La Lettera circolare INL 29 dicembre 2016, n. 4 specifica che i ricorsi amministrativi promossi ai sensi dell’art. 16 del D.Lgs. n. 124/2004, come modificato dall’art. 11, comma 1, lett. d), del D.Lgs. n. 149/2015, non hanno più ad oggetto l’ordinanza-ingiunzione, emessa ai sensi dell’art. 18 della legge n. 689/1981, ma unicamente gli «atti di accertamento adottati dagli ufficiali e agenti di polizia giudiziaria» di cui all’art. 13, comma 7, del D.Lgs. n. 124/2004, vale a dire dagli «ufficiali e agenti di polizia giudiziaria (ad es. Guardia di finanza e Polizia di Stato)» che procedono all’accertamento delle «violazioni punite con la sanzione amministrativa del pagamento di una somma di denaro» (art. 13, legge n. 689/1981). La Lettera circolare INL n. 4/2016 precisa ulteriormente che «il riferimento agli atti di accertamento adottati “dagli ufficiali e agenti di polizia giudiziaria di cui all’articolo 13, comma 7” – avverso i quali è dunque possibile adire il direttore della sede territoriale dell’Ispettorato – è evidentemente agli atti del personale ispettivo diverso da quello dell’Ispettorato, atteso peraltro che rispetto agli atti adottati da questi ultimi va utilizzato il diverso ricorso al Comitato per i rapporti di lavoro».

La finalità esplicita della norma è quella di assicurare un’applicazione uniforme delle disposizioni in materia di lavoro, legislazione sociale, contribuzione e assicurazione obbligatorie, accanto, evidentemente, a quella di consentire al trasgressore di avere l’opportunità di difendere la propria posizione rispetto agli esiti degli accertamenti.
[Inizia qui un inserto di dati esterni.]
"""Per-target archives: creating one, reading what it holds, and opening a change.

:class:`ArchiveStore` reads (the light curve, nights, comparison stars, the
histories) and opens writing transactions (:meth:`ArchiveStore.writing`,
:mod:`.writes`); it knows nothing of the analyses, which live above it in
:mod:`varstar.workflows` (whose :class:`varstar.Archive` adds them).
"""

from __future__ import annotations

import contextlib
import json
from dataclasses import dataclass
from pathlib import Path
from collections.abc import Iterator, Sequence
from typing import TYPE_CHECKING, Any

import h5py
import numpy as np
import pandas as pd

from .. import __version__
from ..errors import ArchiveError, VarstarError
from ..quality import quality_words
from ..results import Result, utc_now
from ..target import Target, parse_target
from . import records, tables
from .layout import FORMAT_NAME, SCHEMA_VERSION, check_root, code_capacity

if TYPE_CHECKING:  # pragma: no cover
    from ..transform import Coefficients
    from .writes import ArchiveWriter


def create_archive(
    path: str | Path, target: Target, transformation: tuple[Coefficients, float] | None = None
) -> ArchiveStore:
    """Create a new, empty archive for ``target`` at ``path`` (never overwrites).

    ``transformation`` (coefficients, largest B-V pairing gap in days) becomes
    the archive's first coefficient set.
    """
    from .transaction import create_new
    from .writes import add_transformation

    n_max = code_capacity("star")
    if len(target.stars) > n_max:
        raise ArchiveError(
            f"{path}: the target description {target.source} lists {len(target.stars):,} stars; an archive tells at "
            f"most {n_max:,} apart (its star codes are 16-bit), so nothing was created. Keep only the stars the "
            f"reduction uses (the target, its comparison and check stars) in the target file."
        )

    def build(f: h5py.File) -> None:
        f.attrs["format"] = FORMAT_NAME
        f.attrs["schema_version"] = SCHEMA_VERSION
        f.attrs["created_utc"] = utc_now()
        f.attrs["created_by"] = f"varstar {__version__}"
        g = f.create_group("target")
        g.attrs["toml"] = target.source_text
        g.attrs["name"] = target.name
        g.attrs["ra_deg"] = target.ra_deg
        g.attrs["dec_deg"] = target.dec_deg
        tables.create_tables(f)
        tables.append(f, "stars", {"id": [s.id for s in target.stars], "role": [s.role for s in target.stars]})
        tables.append(f, "descriptions", records.first_description(target.source_text, f.attrs["created_utc"], f.attrs["created_by"]))
        if transformation is not None:
            add_transformation(f, transformation[0], transformation[1], utc_now())

    create_new(Path(path), build)
    return ArchiveStore(path)


def open_archive(path: str | Path) -> ArchiveStore:
    """Open an existing archive for reading (changes go through :meth:`ArchiveStore.writing`)."""
    arch = ArchiveStore(path)
    arch.check_format()
    return arch


@dataclass(frozen=True)
class ArchiveSummary(Result):
    """What an archive holds (``varstar summary --json``): target, nights, points per band, analyses."""

    archive: str
    schema_version: int
    created_utc: str
    target: dict[str, Any]
    n_nights: int
    nights: list[dict[str, Any]]
    bands: dict[str, Any]
    analyses: dict[str, Any]
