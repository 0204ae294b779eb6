"""Integrity of an archive: per-night checksums, verification, schema upgrades.

* :func:`night_digests` computes the SHA-256 checksum of one night's rows in
  each table listed in :data:`.layout.DIGEST_COLUMNS`; ingest stores them in
  ``/digests``.
* :func:`verify` re-reads everything and reports in words what is wrong: the
  schema, the tables' shapes and types, every value that HDF5 cannot read
  (by column, rows and nights), references between tables, that band and star
  codes lead to the names each night's report recorded, each night's
  checksums, the consistency of the reduced points with the raw measurements
  (``mag = raw mag - zero point``, the same time, band and night as their
  exposure), the record of free space, and journals kept aside as damaged.
* :func:`upgrade` brings an archive of an older schema to the current one,
  only when asked, after writing a backup copy beside it.
* Damage: :func:`is_hdf5_failure` tells the HDF5 library failing to read the
  file (a damaged archive) from a bug of ours, and :func:`unreadable` turns it
  into one :class:`~varstar.errors.ArchiveError` naming what could not be read;
  :func:`structure_problems` and :func:`free_space_problem` are the checks a
  writer makes before it changes anything (:mod:`.transaction`), and ``verify``
  makes them too.
"""

from __future__ import annotations

import contextlib
import ctypes
import hashlib
import json
import os
import shutil
import sys
from collections.abc import Callable
from dataclasses import dataclass, field
from pathlib import Path
from types import TracebackType
from typing import Any
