"""Straight lines with correlated errors in both variables, batched over subsets of the points.

The least-squares line of York et al. (2004, Am. J. Phys. 72, 367; reference
from memory), with an excess variance fitted per line so that the chi-square
equals its degrees of freedom, and a leave-one-out outlier test built on it.
:func:`varstar.transform.coefficients.fit_coefficients` uses both for the two
Hardie (1962) transformation lines.
"""

from __future__ import annotations

import math
from typing import Any

import numpy as np
from scipy import special

from varstar.transform.checks import VAR_FLOOR

__all__ = ["york_lines", "line_and_outliers"]


def _excess_variance(r2: np.ndarray, v0: np.ndarray, mult: np.ndarray, dof: np.ndarray,
                     start: np.ndarray) -> np.ndarray:
    """Per row, the ``s2 >= 0`` with ``sum r2 / (v0 + mult s2) = dof`` (0 when already ``<= dof``).

    ``r2`` and ``v0`` are ``(m, n)`` (zero ``r2`` outside a row's subset),
    ``mult`` is ``(m, 1)``; a safeguarded Newton iteration in a bracket, on all
    rows at once, started from ``start``.
    """
    chi0 = (r2 / v0).sum(axis=1)
    need = (chi0 > dof) & (dof > 0)
    lo = np.zeros_like(start)
    hi = np.where(need, (r2 / mult).sum(axis=1) / np.maximum(dof, 1.0), 0.0)
    z = np.clip(start, lo, hi)
    for _ in range(100):
        d = v0 + mult * z[:, None]
        q = r2 / d
        f = q.sum(axis=1) - dof
        fp = -(mult[:, 0] * (q / d).sum(axis=1))
        lo = np.where(need & (f > 0), z, lo)
        hi = np.where(need & (f <= 0), z, hi)
        with np.errstate(divide="ignore", invalid="ignore"):
            newton = z - f / fp
        step_bad = ~np.isfinite(newton) | (newton <= lo) | (newton >= hi)
        new = np.where(need, np.where(step_bad, 0.5 * (lo + hi), newton), 0.0)
        if np.all(np.abs(new - z) <= 1e-16 + 1e-10 * np.abs(z)):
            z = new
            break
        z = new
    return np.where(need, z, 0.0)


def york_lines(
    x: np.ndarray,
    y: np.ndarray,
    sx2: np.ndarray,
    sy2: np.ndarray,
    cxy: np.ndarray,
    extra: tuple[float, float, float],
    mask: np.ndarray,
) -> dict[str, np.ndarray]:
    """Straight lines ``y = a + b x`` through subsets of points, errors in both variables.

    York et al. (2004) least-squares line with correlated errors (``sx2``,
    ``sy2``, ``cxy`` per point), plus an excess variance ``s2`` fitted per
    subset so that ``chi2 = n - 2`` (zero if the errors already explain the
    scatter).  The excess enters ``(var x, var y, cov xy)`` as ``extra * s2``:
    excess scatter of the catalogue magnitudes, which enter both variables
    (``extra = (0, 0, 0)`` gives York's line with the errors as given).

    Parameters
    ----------
    x, y : numpy.ndarray
        ``(n,)`` the points.
    sx2, sy2, cxy : numpy.ndarray
        ``(n,)`` variances of ``x`` and ``y`` and their covariance.
    extra : (float, float, float)
        Multipliers of the excess variance in ``var x``, ``var y``, ``cov xy``.
    mask : numpy.ndarray
        ``(m, n)`` bool; each row selects one subset (at least three points).
        All rows are solved at once.

    Returns
    -------
    dict
        Per row: slope ``b``, intercept ``a``, their York standard errors
        (``b_err``, ``a_err``, for known variances) and covariance ``cov_ab``,
        ``s2``, ``sum_w`` and the weighted mean adjusted abscissa ``xbar`` (for
        prediction variances), ``dof``, and the per-point weights ``w`` ``(m, n)``.
    """
    ax, ay, ac = extra
    mk = mask.astype(float)
    npts = mk.sum(axis=1)
    dof = npts - 2.0
    # start from an unweighted straight line
    xm = (mk * x).sum(axis=1) / npts
    ym = (mk * y).sum(axis=1) / npts
    b = (mk * (x - xm[:, None]) * (y - ym[:, None])).sum(axis=1) / (mk * (x - xm[:, None]) ** 2).sum(axis=1)
    s2 = np.zeros(mask.shape[0])

    def state(b: np.ndarray, s2: np.ndarray) -> tuple[np.ndarray, ...]:
        """York weights, weighted centroid, centred data and the beta terms at slope b, excess s2."""
        sx = sx2[None, :] + ax * s2[:, None]
        sy = sy2[None, :] + ay * s2[:, None]
        cc = cxy[None, :] + ac * s2[:, None]
        W = mk / np.maximum(sy + b[:, None] ** 2 * sx - 2.0 * b[:, None] * cc, VAR_FLOOR)
        sw = W.sum(axis=1)
        X = (W * x).sum(axis=1) / sw
        Y = (W * y).sum(axis=1) / sw
        U = x[None, :] - X[:, None]
        V = y[None, :] - Y[:, None]
        beta = W * (U * sy + b[:, None] * V * sx - (b[:, None] * U + V) * cc)
        return W, sw, X, Y, U, V, beta

    for _ in range(500):
        W, sw, X, Y, U, V, beta = state(b, s2)
        b_new = (W * beta * V).sum(axis=1) / (W * beta * U).sum(axis=1)
        a = Y - b_new * X
        r2 = mk * (y[None, :] - a[:, None] - b_new[:, None] * x[None, :]) ** 2
        # excess: sum r2 / (v0 + m s2) = dof, solved on all rows at once
        v0 = np.maximum(sy2[None, :] + b_new[:, None] ** 2 * sx2[None, :] - 2.0 * b_new[:, None] * cxy[None, :],
                        VAR_FLOOR)
        mult = np.maximum(ay + b_new**2 * ax - 2.0 * b_new * ac, 1e-12)[:, None]
        s2_new = _excess_variance(r2, v0, mult, dof, s2)
        done = np.all(np.abs(b_new - b) <= 1e-12 * (1.0 + np.abs(b))) and np.all(
            np.abs(s2_new - s2) <= 1e-14 + 1e-8 * s2
        )
        b, s2 = b_new, s2_new
        if done:
            break
    W, sw, X, Y, U, V, beta = state(b, s2)
    a = Y - b * X
    xadj = X[:, None] + beta
    xbar = (W * xadj).sum(axis=1) / sw
    u = xadj - xbar[:, None]
    b_var = 1.0 / (W * u * u).sum(axis=1)
    a_var = 1.0 / sw + xbar**2 * b_var
    return {"b": b, "a": a, "b_err": np.sqrt(b_var), "a_err": np.sqrt(a_var), "cov_ab": -xbar * b_var,
            "s2": s2, "sum_w": sw, "xbar": xbar, "w": W, "dof": dof}


def line_and_outliers(
    x: np.ndarray, y: np.ndarray, sx2: np.ndarray, sy2: np.ndarray, cxy: np.ndarray,
    extra: tuple[float, float, float], clip_sigma: float, test: bool,
) -> tuple[dict[str, Any], np.ndarray, np.ndarray]:
    """The line through all points, and each point judged against the line through the others.

    Returns the full fit (row 0 of :func:`york_lines`, as scalars) and, per
    point, its externally studentised residual and the rejection threshold:
    the residual from the line fitted without it, over the square root of its
    variance (errors and the others' excess) plus the variance of that line at
    its abscissa.  The threshold is the Student-t quantile with the others'
    ``n - 3`` degrees of freedom at the two-sided probability of ``clip_sigma``
    normal sigma (the scatter is judged from the others).  Without ``test``
    only the full fit is made (residuals zero, thresholds infinite).
    """
    n = x.size
    rows = [np.ones((1, n), dtype=bool)]
    if test:
        rows.append(~np.eye(n, dtype=bool))
    fit = york_lines(x, y, sx2, sy2, cxy, extra, np.vstack(rows))
    full = {k: v[0] for k, v in fit.items()}
    if not test:
        return full, np.zeros(n), np.full(n, np.inf)
    b, a, s2 = fit["b"][1:], fit["a"][1:], fit["s2"][1:]
    ax, ay, ac = extra
    d = y - a - b * x
    var_pt = (sy2 + ay * s2) + b**2 * (sx2 + ax * s2) - 2.0 * b * (cxy + ac * s2)
    var_line = 1.0 / fit["sum_w"][1:] + (x - fit["xbar"][1:]) ** 2 * fit["b_err"][1:] ** 2
    t = np.abs(d) / np.sqrt(np.maximum(var_pt + var_line, VAR_FLOOR))
    p_two = special.erfc(clip_sigma / math.sqrt(2.0))
    dof_o = fit["dof"][1:]  # the others: (n - 1) - 2
    thr = special.stdtrit(np.maximum(dof_o, 1.0), 1.0 - 0.5 * p_two)
    return full, t, thr
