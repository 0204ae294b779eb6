"""Effective temperature from B - V by the relation of Ballesteros (2012, EPL 97, 34008)."""

from __future__ import annotations

from typing import Any

import numpy as np

from varstar.errors import InputError

__all__ = ["BALLESTEROS_RANGE", "ballesteros_temperature"]

# Validity range of the Ballesteros relation used here (dereddened B - V, mag).
BALLESTEROS_RANGE = (-0.4, 2.0)


def ballesteros_temperature(
    bv: Any, bv_err: Any = None, ebv: Any = 0.0, ebv_err: Any = 0.0
) -> tuple[Any, Any]:
    """Effective temperature from B - V (Ballesteros 2012, EPL 97, 34008).

    ``T = 4600 K [1 / (0.92 c + 1.7) + 1 / (0.92 c + 0.62)]`` with the dereddened
    colour ``c = (B - V) - E(B - V)``.  The relation comes from black bodies seen
    through idealised B and V filters, calibrated on main-sequence stars; it is
    used here only for ``-0.4 <= c <= 2.0`` (about 21,700 K to 3,200 K; the
    second term's pole is at c = -0.67 and the relation is meaningless beyond
    the colours of real stars), NaN outside.

    The error is propagated to first order:
    ``sigma_T = |dT/dc| sqrt(sigma_BV^2 + sigma_E^2)`` with
    ``dT/dc = -4600 K * 0.92 [1/(0.92 c + 1.7)^2 + 1/(0.92 c + 0.62)^2]``.

    Parameters
    ----------
    bv : float or array_like
        Observed B - V (mag).
    bv_err : float or array_like, optional
        Its 1-sigma (default 0).
    ebv, ebv_err : float or array_like
        Colour excess E(B - V) and its 1-sigma.

    Returns
    -------
    (T, T_err)
        Kelvin; floats for scalar input, arrays otherwise.
    """
    scalar = all(np.ndim(a) == 0 for a in (bv, bv_err if bv_err is not None else 0.0, ebv, ebv_err))
    c = np.asarray(bv, dtype=float) - np.asarray(ebv, dtype=float)
    s_bv = np.zeros_like(c) if bv_err is None else np.asarray(bv_err, dtype=float)
    s_e = np.asarray(ebv_err, dtype=float)
    if np.any(np.asarray(s_bv) < 0) or np.any(s_e < 0):
        raise InputError("bv_err and ebv_err must be >= 0")
    inside = (c >= BALLESTEROS_RANGE[0]) & (c <= BALLESTEROS_RANGE[1])
    cc = np.where(inside, c, 0.0)
    d1 = 0.92 * cc + 1.7
    d2 = 0.92 * cc + 0.62
    T = 4600.0 * (1.0 / d1 + 1.0 / d2)
    dT = -4600.0 * 0.92 * (1.0 / d1**2 + 1.0 / d2**2)
    T_err = np.abs(dT) * np.sqrt(s_bv**2 + s_e**2)
    T = np.where(inside, T, np.nan)
    T_err = np.where(inside, T_err, np.nan)
    if scalar:
        return float(T), float(T_err)
    return T, T_err
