def test_pulls_over_many_realisations_and_calibration_coverage():
    # Over many invented nights: (1) per-exposure zero-point pulls have unit width;
    # (2) the tie error calibration_err covers the true common offset in ~68.3% of nights
    # (binomial tolerance, 3 sigma).
    n_real = 150
    inside = 0
    tie_pulls = []
    zp_pulls = []
    for seed in range(n_real):
        night = simulate_night(1000 + seed, n_exp=40, cat_err=0.02, missing=0.2)
        sol = night.solve()
        dz = sol.zero_point - night.true_zp
        sigma_common = math.hypot(sol.calibration_err, float(np.sqrt(np.mean(sol.zero_point_err**2) / dz.size)))
        common = float(np.mean(dz))
        inside += abs(common) <= sigma_common
        tie_pulls.append(common / sigma_common)
        zp_pulls.append((dz - common) / sol.zero_point_err)
    frac = inside / n_real
    assert abs(frac - 0.6827) < binomial_band(0.6827, n_real)
    tie_pulls = np.array(tie_pulls)
    assert abs(tie_pulls.mean()) < 4 / math.sqrt(n_real)
    assert abs(tie_pulls.std() - 1.0) < 0.2
    zp_pulls = np.concatenate(zp_pulls)
    # subtracting the per-night mean removes one of 40 degrees of freedom: width sqrt(39/40).
    # The per-star excess is a positive-part estimate (zero when chi2/dof <= 1), which on
    # nights this short errs on the conservative side by a few per cent, never below.
    assert 0.92 < zp_pulls.std() < math.sqrt(39 / 40) + 0.02


@pytest.mark.parametrize("n_comp", [4, 12])
def test_calibration_err_honest_when_catalogue_disagrees_beyond_quoted_errors(n_comp):
    # Catalogue values scattered by 0.04 mag more than their quoted 0.005 mag (an untransformed
    # colour term): the fitted catalogue scatter must absorb it so calibration_err still covers
    # the truth in ~68.3% of nights (binomial tolerance), also with only 4 catalogue stars
    # (where the scatter estimate makes the tie Student-t distributed).
    n_real = 150
    inside = 0
    scat = []
    for seed in range(n_real):
        night = simulate_night(5000 + 1000 * n_comp + seed, n_exp=30, n_comp=n_comp, cat_err=0.005,
                               cat_extra=0.04, missing=0.05)
        sol = night.solve()
        common = float(np.nanmean(sol.zero_point - night.true_zp))
        inside += abs(common) <= sol.calibration_err
        scat.append(sol.catalog_scatter)
    frac = inside / n_real
    assert abs(frac - 0.6827) < binomial_band(0.6827, n_real)
    # the fitted scatter estimates the simulated 0.04 mag (median of a skewed estimator: loose)
    assert np.median(scat) == pytest.approx(0.04, abs=0.01)


def test_single_exposure_is_a_weighted_mean_of_catalogue_offsets():
    # With one exposure Honeycutt's model reduces to zp = sum(u_i (m_i - C_i)) / sum(u_i),
    # photometric variance sum(u_i^2 sigma_i^2) / sum(u_i)^2 (weighted mean, error propagation).
    night = simulate_night(4, n_exp=1, missing=0.0)
    sol = night.solve()
    comp = night.star < 8
    u = sol.tie_weight[night.star[comp]]
    resid = night.mag[comp] - night.catalog_mag[night.star[comp]]
    assert sol.zero_point[0] == pytest.approx(np.sum(u * resid), abs=1e-12)
    assert sol.zero_point_err[0] == pytest.approx(np.sqrt(np.sum(u**2 * night.mag_err[comp] ** 2)), rel=1e-9)
    assert sol.star_status[:8] == ("kept",) * 8
    assert abs(sol.zero_point[0] - night.true_zp[0]) < 4 * math.hypot(sol.zero_point_err[0], sol.calibration_err)
    assert any("jump test" in w for w in sol.warnings)


def test_comparison_without_catalogue_helps_zero_points_only():
    night = simulate_night(8, n_exp=100)
    cat = night.catalog_mag.copy()
    cat[[1, 2]] = np.nan
    kw = _base_kwargs(night)
    kw["catalog_mag"] = cat
    sol = solve_ensemble(night.exposure, night.star, night.mag, night.mag_err, **kw)
    full = night.solve()
    assert sol.star_status[:8] == ("kept",) * 8
    assert sol.tie_weight[1] == 0 and sol.tie_weight[2] == 0
    assert np.isnan(sol.star_offset[1]) and np.isnan(sol.star_offset[2])
    assert sol.used[night.star == 1].all()
    # their measurements still shape the relative zero points: same as with catalogue values
    # apart from a constant (the tie)
    d = sol.zero_point - full.zero_point
    assert np.ptp(d) < 1e-6


# --------------------------------------------------------------------------- vetting


def test_variable_comparison_and_wrong_catalogue_value_are_rejected():
    night = simulate_night(21, n_exp=300, variable_comp=3, variable_amp=0.07, bad_catalog_comp=5)
    sol = night.solve(star_names=[f"C{i}" for i in range(8)] + ["T", "K"])
    assert sol.star_status[3] == "variable"
    assert "scatter" in sol.star_reason[3] and "times what its errors allow" in sol.star_reason[3]
    assert sol.star_status[5] == "catalog_offset"
    # catalogue 0.5 mag too faint -> fitted minus catalogue is about -0.5 mag
    assert re.search(r"catalogue offset -0\.(4[6-9]|5[0-4])\d mag", sol.star_reason[5])
    others = [i for i in range(8) if i not in (3, 5)]
    assert all(sol.star_status[i] == "kept" for i in others)
    assert all(sol.star_reason[i] == "" for i in others)
    # the variable star no longer enters the fit; the catalogue-offset star still does
    assert not sol.used[night.star == 3].any()
    assert sol.used[night.star == 5].sum() > 0.8 * np.count_nonzero(night.star == 5)
    assert sol.tie_weight[5] == 0 and sol.tie_weight[3] == 0
    # the rejected star's offset shows the 0.5 mag catalogue error
    assert sol.star_offset[5] == pytest.approx(-0.5, abs=0.05)
    # zero points unaffected: pulls against the truth (common tie offset removed)
    dz = sol.zero_point - night.true_zp
    common = np.mean(dz)
    assert abs(common) < 4 * sol.calibration_err
    pull = (dz - common) / sol.zero_point_err
    assert abs(pull.std() - 1.0) < 0.15


@pytest.mark.parametrize("n_comp, n_exp, n_nights", [(8, 150, 20), (3, 40, 150)])
def test_no_false_rejections_on_clean_nights(n_comp, n_exp, n_nights):
    # p = 1e-4 per star: the expected number of false rejections is ~0.02-0.05 here; the
    # exposure false-flag rate must also be small.  Three stars is the hard case: a star that
    # gets a chance excess is down-weighted and stops pulling its own zero points, so it is
    # tested against the zero points of the other stars, not against its fit residuals.
    flagged = 0
    total = 0
    for seed in range(n_nights):
        night = simulate_night(300 + 1000 * n_comp + seed, n_exp=n_exp, n_comp=n_comp, missing=0.05)
        sol = night.solve()
        assert sol.star_status[:n_comp] == ("kept",) * n_comp
        assert not sol.clipped.any()
        # too_few_comparisons exactly where the missing data leave fewer than two comparisons
        few = np.array(["too_few_comparisons" in f for f in sol.exposure_flags])
        assert np.array_equal(few, sol.n_comparisons < 2)
        flagged += sum(1 for f in sol.exposure_flags if f.replace("too_few_comparisons", "").strip(";"))
        total += len(sol.exposure_flags)
        assert 1.0 <= sol.error_scale < 1.3
    assert flagged / total < 0.005


def test_common_error_scale_prevents_mass_rejection():
    # all errors underestimated by a factor 2: chi2/dof ~4 for every star, yet no star is
    # variable because the test divides by the ensemble's common scale.
    night = simulate_night(31, n_exp=300)
    sol = solve_ensemble(night.exposure, night.star, night.mag, night.mag_err / 2.0, **_base_kwargs(night))
    assert sol.star_status[:8] == ("kept",) * 8
    # each star is compared with the zero points of the others, whose errors include their fitted
    # excess, so the ensemble scale lies between 1 and 4; it clearly detects the underestimate
    assert 2.0 < sol.error_scale < 4.0
    # the fitted excess restores the missing variance: in expectation the residual variance is
    # (2 s)^2 for a quoted s, so e solves sum (2 s)^2 / (s^2 + e^2) = n (reduced chi-square one)
    from scipy.optimize import brentq

    ratio = []
    for i in range(8):
        half = night.mag_err[night.star == i] / 2.0
        e_ref = brentq(lambda e: np.sum(4 * half**2 / (half**2 + e**2)) - half.size, 0.0, 1.0)
        ratio.append(sol.star_excess[i] / e_ref)
    # ~270 points per star: each ratio scatters by ~7% (simulated), their mean by ~2.5%
    assert np.all(np.abs(np.array(ratio) - 1.0) < 0.3)
    assert abs(np.mean(ratio) - 1.0) < 0.08
    # the excess makes the zero-point errors honest again (pulls ~1)
    dz = sol.zero_point - night.true_zp
    pull = (dz - dz.mean()) / sol.zero_point_err
    assert abs(pull.std() - 1.0) < 0.12


def test_passing_cloud_and_lonely_exposures_are_flagged_not_dropped():
    cloud = slice(200, 245)  # 15% of the night, dimmed by 0.3..1.0 mag
    lonely = (20, 90, 150)
    night = simulate_night(41, n_exp=300, cloud=cloud, single_comp_exposures=lonely)
    sol = night.solve()
    flags = np.array(sol.exposure_flags)
    in_cloud = np.zeros(300, dtype=bool)
    in_cloud[cloud] = True
    jump = np.array(["zero_point_jump" in f for f in flags])
    # every cloud exposure (dimmed by 0.3..1 mag) is flagged as a jump, no clear one is
    assert np.all(jump[in_cloud])
    assert not np.any(jump[~in_cloud])
    for j in lonely:
        assert "too_few_comparisons" in flags[j]
        assert sol.n_comparisons[j] == 1
        assert np.isfinite(sol.zero_point[j])  # still calibrated
    clean = ~in_cloud & ~np.isin(np.arange(300), lonely)
    assert np.count_nonzero(flags[clean] != "") <= 2
    # flagged exposures keep their zero points and the cloud is in them
    assert np.all(np.isfinite(sol.zero_point[in_cloud]))
    dz = sol.zero_point - night.true_zp
    pull = (dz - np.median(dz[clean])) / sol.zero_point_err
    assert np.all(np.abs(pull[in_cloud]) < 5)
    assert np.all(sol.zero_point[in_cloud] - sol.zero_point[clean].mean() > 0.2)


def test_single_wild_measurement_is_clipped_and_does_not_move_the_zero_point():
    night = simulate_night(51, n_exp=120, missing=0.1)
    ref = night.solve()
    j = 60
    hit = np.flatnonzero((night.exposure == j) & (night.star == 2))[0]
    wild = night.mag.copy()
    wild[hit] += 1.0
    sol = solve_ensemble(night.exposure, night.star, wild, night.mag_err, **_base_kwargs(night))
    assert sol.clipped[hit] and not sol.used[hit]
    assert np.count_nonzero(sol.clipped) == 1
    assert sol.star_status[2] == "kept"
    # the same night without the wild measurement at all (upstream flag) gives the same zero point
    good = np.ones(night.mag.size, dtype=bool)
    good[hit] = False
    ref2 = night.solve(good=good)
    # (equal up to the convergence tolerance of the iterated excess weights)
    assert sol.zero_point[j] == pytest.approx(ref2.zero_point[j], abs=0.01 * ref2.zero_point_err[j])
    assert abs(sol.zero_point[j] - ref.zero_point[j]) < 2 * ref.zero_point_err[j]
    # the upstream-bad measurement still gets a calibrated magnitude
    assert not ref2.used[hit] and not ref2.clipped[hit]
    assert ref2.mag[hit] == pytest.approx(night.mag[hit] - ref2.zero_point[j])


def test_clips_caused_by_a_variable_comparison_are_undone():
    # A comparison star varying by 0.4 mag in a four-star ensemble drags the zero points before it
    # is recognised, so constant neighbours look like outliers and get clipped in the first fits
    # (simulated scenario; the early clips are checked so that the test exercises the undo).  After
    # its rejection they agree with the solution again and must all come back.
    night = simulate_night(606, n_exp=150, n_comp=4, variable_comp=1, variable_amp=0.4, missing=0.05)
    first = night.solve(settings=EnsembleSettings(max_iter=1))
    constant = np.isin(night.star, [0, 2, 3])
    assert np.any(first.clipped & constant)
    sol = night.solve()
    assert sol.converged
    assert sol.star_status[:4] == ("kept", "variable", "kept", "kept")
    assert not sol.clipped.any()
    assert np.all(sol.used[constant])
    assert np.all(np.isfinite(sol.zero_point))


def test_random_nights_keep_the_invariants():
    # many small random configurations with wild points: no crash, consistent bookkeeping
    rng = np.random.default_rng(2024)
    for seed in range(40):
        n_comp = int(rng.integers(3, 10))
        kw = dict(n_exp=int(rng.integers(3, 120)), n_comp=n_comp, missing=float(rng.uniform(0, 0.5)))
        if rng.random() < 0.5:
            kw["variable_comp"] = int(rng.integers(0, n_comp))
        night = simulate_night(9000 + seed, **kw)
        mag = night.mag.copy()
        mag[rng.integers(0, mag.size, 2)] += rng.uniform(-1.0, 1.0, 2)
        sol = solve_ensemble(night.exposure, night.star, mag, night.mag_err, **_base_kwargs(night))
        comp = night.is_comparison[night.star]
        assert not np.any(sol.used & ~comp) and not np.any(sol.clipped & sol.used)
        assert np.all(np.isfinite(sol.zero_point) == (sol.n_comparisons > 0))
        assert np.all(sol.zero_point_err[sol.n_comparisons > 0] > 0)
        assert np.isfinite(sol.calibration_err) and sol.calibration_err >= 0
        assert set(sol.star_status) <= {"kept", "variable", "catalog_offset", "too_few_points", "not_comparison"}
        for f in sol.exposure_flags:
            assert set(filter(None, f.split(";"))) <= {"too_few_comparisons", "zero_point_error", "zero_point_jump"}
        assert np.count_nonzero(np.isin(sol.star_status, ["kept", "catalog_offset"])) >= 2
        json.dumps(sol.to_dict(), allow_nan=False)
Si prevede così che entro 30 giorni dalla notifica dei provvedimenti ispettivi e sanzionatori il trasgressore ovvero l’obbligato in solido possono proporre uno specifico ricorso davanti al Direttore dell’Ispettorato Territoriale del Lavoro.

La Lettera circolare INL n. 4/2016 precisa che il ricorso va proposto nel termine di trenta giorni dalla notifica dell’atto, chiarendo che, ai sensi del comma 1, lett. c), dell’art. 11 del D.Lgs. n. 149/2015, sussiste una interruzione dei termini di presentazione del ricorso a seguito di emanazione della diffida a regolarizzare in forza dell’art. 13, comma 5, del D.Lgs.n. 124/2004.

Soggetti legittimati alla proposizione del ricorso, in quanto interessati, sono, infatti, il trasgressore e l’obbligato in solido al pagamento delle sanzioni pecuniarie (ai sensi dell’art. 6 della legge n. 689/1981) che hanno avuto notificato il verbale di accertamento da un agente o ufficiale di Polizia giudiziaria non appartenente all’Ispettorato Nazionale del Lavoro. Gli stessi, peraltro, potranno agire personalmente oppure per il tramite del professionista del lavoro (art. 1 della legge n. 12/1979) che da essi riceva specifica delega in tal senso.

Il ricorso deve essere presentato alla sede territoriale competente dell’Ispettorato, vale a dire, come chiarito dalla Lettera circolare INL n. 4/2016, quella «nel cui ambito territoriale è stato adottato l’atto di accertamento da impugnare».

Il ricorso è presentato in carta libera, senza assoggettamento all’imposta di bollo, come già chiarito con riferimento ai previgenti ricorsi amministrativi dal Ministero del Lavoro con Nota del 23 settembre 2004, n. 1018. Come specificamente indicato nella Lettera circolare INL n. 4/2016, al ricorso va allegato l’atto impugnato anche per consentire l’esatta individuazione dell’Autorità amministrativa che lo ha effettivamente adottato, alla quale l’ITL dovrà richiedere l’ulteriore documentazione necessaria o comunque utile per l’istruttoria della decisione.

Riguardo alla modalità operativa di trasmissione l’art. 2, comma 2, D.P.R. n. 1199/1971 prevede che il ricorso amministrativo può essere inoltrato “direttamente”, quindi a manopresso la sede dell’ufficio, oppure “mediante lettera raccomandata con avviso di ricevimento”, valendo in tal caso la data di spedizione come data di presentazione, si ritiene, peraltro, che le disposizioni in materia di informatizzazione della Pubblica Amministrazione consentano di affermare, senza dubbio alcuno, che la trasmissione a mezzo posta elettronica certificata (a mezzo PEC agli indirizzi e-mail istituzionali) va considerata “equivalente alla presentazione personale”.